### EXCERPTED RECORDS
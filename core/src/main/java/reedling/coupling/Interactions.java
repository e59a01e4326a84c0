// SPDX-License-Identifier: Apache-2.0
package reedling.coupling;

import java.util.ArrayList;
import java.util.List;
import reedling.contact.ContactKind;
import reedling.contact.LawSet;
import reedling.field.Field;
import reedling.material.MaterialTable;
import reedling.neighbour.Chunk;
import reedling.neighbour.NeighbourLists;
import reedling.neighbour.PairSegment;
import reedling.parallel.Phase;
import reedling.parallel.WorkerTeam;
import reedling.particle.GrainStore;
import reedling.structure.Structure;
import reedling.wall.Wall;

/**
 * Everything that pushes grains and structures, and the phases in which they are pushed and moved. A force phase works
 * through chunks of grains and ranges of elements; a move phase through chunks and ranges of nodes. Between two phases
 * stands the team's barrier.
 *
 * <p>Threads: phases are started by one thread; every task writes only what its chunk or range owns.
 */
public final class Interactions {

    private final GrainStore grains;
    private final Structure structure;
    private final List<Field> fields;
    private final MotionForces motionForces;
    private final LawSet laws;
    private final NeighbourLists lists;
    private final CandidateWatch candidates;
    private final PairForces pairs;
    private final WallFacets facets;
    private final WallContacts walls;
    private final WireContacts wires;
    private final List<Workspace> workspaces = new ArrayList<>();
    private final List<ContactTally> coarse = new ArrayList<>();
    private final List<ContactTally> fine = new ArrayList<>();
    private final List<MoveTally> moves = new ArrayList<>();
    private double[] potentials = new double[0];

    private final StepContext coarseStep;
    private final StepContext fineStep;
    private final Phase forcePhase = this::forceTask;
    private final Phase fineForcePhase = this::fineForceTask;
    private final Phase movePhase = this::moveTask;
    private final Phase fineMovePhase = this::fineMoveTask;

    private double time;
    private double pastFine;
    private double nextCoarse;
    private double nextFine;
    private boolean energyDue;
    private double turning;

    /**
     * @param materialOfBody material number of each body of the structure
     * @param stepsPerContact steps in the duration of an impact
     * @param startTime s
     */
    public Interactions(
            GrainStore grains,
            Structure structure,
            int[] materialOfBody,
            List<Wall> walls,
            List<Field> fields,
            LawSet laws,
            MaterialTable materials,
            double stepsPerContact,
            double startTime) {
        this.grains = grains;
        this.structure = structure;
        this.fields = List.copyOf(fields);
        motionForces = new MotionForces(fields, grains);
        this.laws = laws;
        lists = new NeighbourLists(materials.materials().size(), laws.signedColumns());
        candidates = new CandidateWatch(laws);
        pairs = new PairForces(laws, materials.pairs().size());
        facets = new WallFacets(walls, startTime);
        this.walls = new WallContacts(grains, laws, materials, facets);
        wires = new WireContacts(grains, laws, materials, structure, materialOfBody);
        coarseStep = new StepContext(stepsPerContact);
        fineStep = new StepContext(stepsPerContact);
        time = startTime;
    }

    /** Phases of steps by the midpoint rule, for runs in which nothing bends. */
    public MidpointPasses midpointPasses(double stepsPerContact) {
        return new MidpointPasses(this, grains, stepsPerContact);
    }

    GrainStore grains() {
        return grains;
    }

    public NeighbourLists lists() {
        return lists;
    }

    public WallFacets facets() {
        return facets;
    }

    public WallContacts walls() {
        return walls;
    }

    public WireContacts wires() {
        return wires;
    }

    /** Tallies of the coarse contacts, one a chunk. */
    public List<ContactTally> coarse() {
        return coarse.subList(0, chunkCount());
    }

    /** Tallies of the contacts with wires in the last fine pass, one a chunk. */
    public List<ContactTally> fine() {
        return fine.subList(0, chunkCount());
    }

    /** Tallies of the last move, one a chunk. */
    public List<MoveTally> moves() {
        return moves.subList(0, chunkCount());
    }

    private int chunkCount() {
        return lists.chunks().size();
    }

    /**
     * Sorts the grains, drops those marked, and lists everything that may touch before the next search.
     *
     * @param margin search margin, m
     * @param removed grains to drop, or an empty array
     */
    public void search(double margin, boolean[] removed, WorkerTeam team) {
        double largest = largestRadius(removed);
        settleReach(largest);
        walls.copyOut(team);
        wires.copyOut(team);
        lists.search(grains, margin, removed, team);
        walls.list(lists, grains, margin, team);
        wires.list(lists, grains, margin, largest, team);
        makeRoom(team.workers());
    }

    private double largestRadius(boolean[] removed) {
        double largest = 0;
        for (int g = 0; g < grains.count(); g++) {
            if (removed.length == 0 || !removed[g]) {
                largest = Math.max(largest, grains.radius(g));
            }
        }
        return largest;
    }

    /** Settles how far the laws reach for the present grains, as the last search did; after a restored state. */
    public void settleReach() {
        settleReach(largestRadius(new boolean[0]));
    }

    private void settleReach(double largestRadius) {
        lists.reach(laws.reaches(ContactKind.GRAIN_GRAIN, 0.5 * largestRadius));
        walls.reach(largestRadius);
        wires.reach(laws.reaches(ContactKind.GRAIN_WIRE, largestRadius));
    }

    /** Makes room for the chunks there are and so many workers; after a search or a restored state. */
    public void makeRoom(int workers) {
        while (coarse.size() < chunkCount()) {
            coarse.add(new ContactTally());
            fine.add(new ContactTally());
            moves.add(new MoveTally());
        }
        wires.layOut(chunkCount(), workers);
        motionForces.makeRoom(workers);
        while (workspaces.size() < workers) {
            workspaces.add(new Workspace());
        }
        if (potentials.length < coarse.size()) {
            potentials = new double[coarse.size()];
        }
    }

    /**
     * Computes all forces at the present positions.
     *
     * @param now time of the positions, s
     * @param past the step that led here: coarse and fine, s
     * @param longest length the next step will not exceed, s
     * @param travel accumulated largest displacement since the last search, m
     * @param largestSpeed of any body, m/s
     * @param reportDue whether energies are wanted
     */
    public void force(
            double now,
            PastStep past,
            double longest,
            double travel,
            double largestSpeed,
            boolean reportDue,
            WorkerTeam team) {
        time = now;
        pastFine = past.fine();
        energyDue = reportDue;
        coarseStep.open(past.coarse(), longest, travel, largestSpeed, reportDue);
        fineStep.open(past.fine(), longest, travel, largestSpeed, reportDue);
        wires.openPass();
        team.run(forcePhase, chunkCount() + structure.elementTasks());
    }

    private void forceTask(int task, int worker) {
        if (task >= chunkCount()) {
            structure.elementForces(task - chunkCount(), pastFine);
            return;
        }
        ContactTally tally = coarse.get(task);
        tally.clear();
        contactForces(task, worker, coarseStep, tally);
        fieldForces(task, time);
        potentials[task] = energyDue ? potential(lists.chunks().get(task)) : 0;
        wireForces(task, worker);
    }

    /** Forces of grains on grains and of walls on grains, for one chunk. */
    void contactForces(int task, int worker, StepContext step, ContactTally tally) {
        Chunk chunk = lists.chunks().get(task);
        Workspace workspace = workspaces.get(worker);
        candidates.look(chunk, grains, lists.layout(), step.travel(), step.reach(), step.approach(), tally);
        pairs.apply(chunk, grains, step, workspace.rows(), tally);
        walls.apply(task, grains, step, workspace, tally);
    }

    /** Forces of all fields at a time (s), for one chunk. */
    void fieldForces(int task, double now) {
        Chunk chunk = lists.chunks().get(task);
        for (int k = 0; k < fields.size(); k++) {
            fields.get(k).apply(grains, chunk.from(), chunk.to(), now);
        }
    }

    private double potential(Chunk chunk) {
        double potential = 0;
        for (int k = 0; k < fields.size(); k++) {
            potential += fields.get(k).potentialEnergy(grains, chunk.from(), chunk.to());
        }
        return potential;
    }

    private void wireForces(int task, int worker) {
        ContactTally tally = fine.get(task);
        tally.clear();
        wires.apply(task, grains, fineStep, workspaces.get(worker), worker, tally);
    }

    /** Computes the forces of elements and wire contacts after a fine step, s. */
    public void fineForce(double past, WorkerTeam team) {
        pastFine = past;
        fineStep.pastStep(past);
        wires.openPass();
        team.run(fineForcePhase, chunkCount() + structure.elementTasks());
    }

    private void fineForceTask(int task, int worker) {
        if (task >= chunkCount()) {
            structure.elementForces(task - chunkCount(), pastFine);
        } else {
            wireForces(task, worker);
        }
    }

    /**
     * Closes the past step and opens the next; the supports must stand at the end of the first fine step.
     *
     * @param turnTime time over which orientations are turned now, s; 0 for not now
     * @param past the step that led here
     * @param coarseNext the next coarse step, s
     * @param fineNext its fine step, s
     */
    public void move(double turnTime, PastStep past, double coarseNext, double fineNext, WorkerTeam team) {
        turning = turnTime;
        coarseStep.pastStep(past.coarse());
        pastFine = past.fine();
        nextCoarse = coarseNext;
        nextFine = fineNext;
        team.run(movePhase, chunkCount() + structure.nodeTasks());
    }

    private void moveTask(int task, int worker) {
        if (task >= chunkCount()) {
            structure.moveNodes(task - chunkCount(), pastFine, nextFine, wires);
            return;
        }
        Chunk chunk = lists.chunks().get(task);
        MoveTally tally = moves.get(task);
        WireChunk near = wires.chunk(task);
        tally.clear();
        if (turning > 0) {
            GrainMotion.turn(chunk, grains, turning);
        }
        GrainMotion.importForces(chunk, grains);
        if (!motionForces.none()) {
            motionForces.apply(worker, chunk.from(), chunk.to(), time, 0.5 * coarseStep.pastStep());
            motionForces.book(worker, near.near(), 0.5 * pastFine, 0.5 * nextCoarse, tally);
        }
        GrainMotion.move(chunk, grains, 0.5 * coarseStep.pastStep(), nextCoarse, energyDue, near.near(), tally);
        NearMotion.first(near, grains, 0.5 * pastFine, nextCoarse, nextFine, energyDue, tally);
    }

    /**
     * Closes a fine step and opens the next; the supports must stand at its end.
     *
     * @param past the fine step that led here, s
     * @param next the next one, s
     */
    public void fineMove(double past, double next, WorkerTeam team) {
        pastFine = past;
        nextFine = next;
        team.run(fineMovePhase, chunkCount() + structure.nodeTasks());
    }

    private void fineMoveTask(int task, int worker) {
        if (task >= chunkCount()) {
            structure.moveNodes(task - chunkCount(), pastFine, nextFine, wires);
        } else {
            NearMotion.further(wires.chunk(task), grains, 0.5 * pastFine, nextFine, moves.get(task));
        }
    }

    /** Whether any field has a part without potential, whose work must be booked. */
    public boolean hasMotionForces() {
        return !motionForces.none();
    }

    /** Squared frequency, 1/s2, that bounds the step as the motion forces on the grains as they are now demand. */
    public double motionFrequencySquared(double now) {
        return motionForces.frequencySquared(now);
    }

    /** Potential energy of the grains in all fields at the last force phase, J; 0 unless energies were wanted. */
    public double potentialEnergy() {
        double total = 0;
        for (int c = 0; c < chunkCount(); c++) {
            total += potentials[c];
        }
        return total;
    }

    /** Contact rows of grains with grains, chunk by chunk. */
    public List<PairSegment> pairRows() {
        List<PairSegment> all = new ArrayList<>();
        lists.chunks().forEach(chunk -> all.addAll(List.of(chunk.segments())));
        return all;
    }

    /** Contact rows of grains (first) with wall facets (second), chunk by chunk. */
    public List<PairSegment> wallRows() {
        List<PairSegment> all = new ArrayList<>();
        for (int c = 0; c < chunkCount(); c++) {
            all.addAll(List.of(walls.segments(c)));
        }
        return all;
    }

    /** Contact rows of grains (first) with wires (second), chunk by chunk. */
    public List<PairSegment> wireRows() {
        List<PairSegment> all = new ArrayList<>();
        for (int c = 0; c < chunkCount(); c++) {
            for (WireRows rows : wires.chunk(c).rows()) {
                all.add(rows.segment());
            }
        }
        return all;
    }

    /** Gap between a point and the nearest wall or wire, m; for placing new grains. */
    public double gapToSurfaces(double x, double y, double z) {
        double[] normal = new double[3];
        double nearest = Double.POSITIVE_INFINITY;
        for (int facet = 0; facet < facets.count(); facet++) {
            nearest = Math.min(nearest, facets.gap(facet, x, y, z, normal));
        }
        return Math.min(nearest, wires.elements().gap(x, y, z));
    }
}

### YOUR GOAL
Extract from the listing above the lines between the line containing "time = startTime;" and the line containing "contacts, one a chunk. */", keeping both of those lines. Output nothing else.

### RESULT OF THIS EXERCISE
        time = startTime;
    }

    /** Phases of steps by the midpoint rule, for runs in which nothing bends. */
    public MidpointPasses midpointPasses(double stepsPerContact) {
        return new MidpointPasses(this, grains, stepsPerContact);
    }

    GrainStore grains() {
        return grains;
    }

    public NeighbourLists lists() {
        return lists;
    }

    public WallFacets facets() {
        return facets;
    }

    public WallContacts walls() {
        return walls;
    }

    public WireContacts wires() {
        return wires;
    }

    /** Tallies of the coarse contacts, one a chunk. */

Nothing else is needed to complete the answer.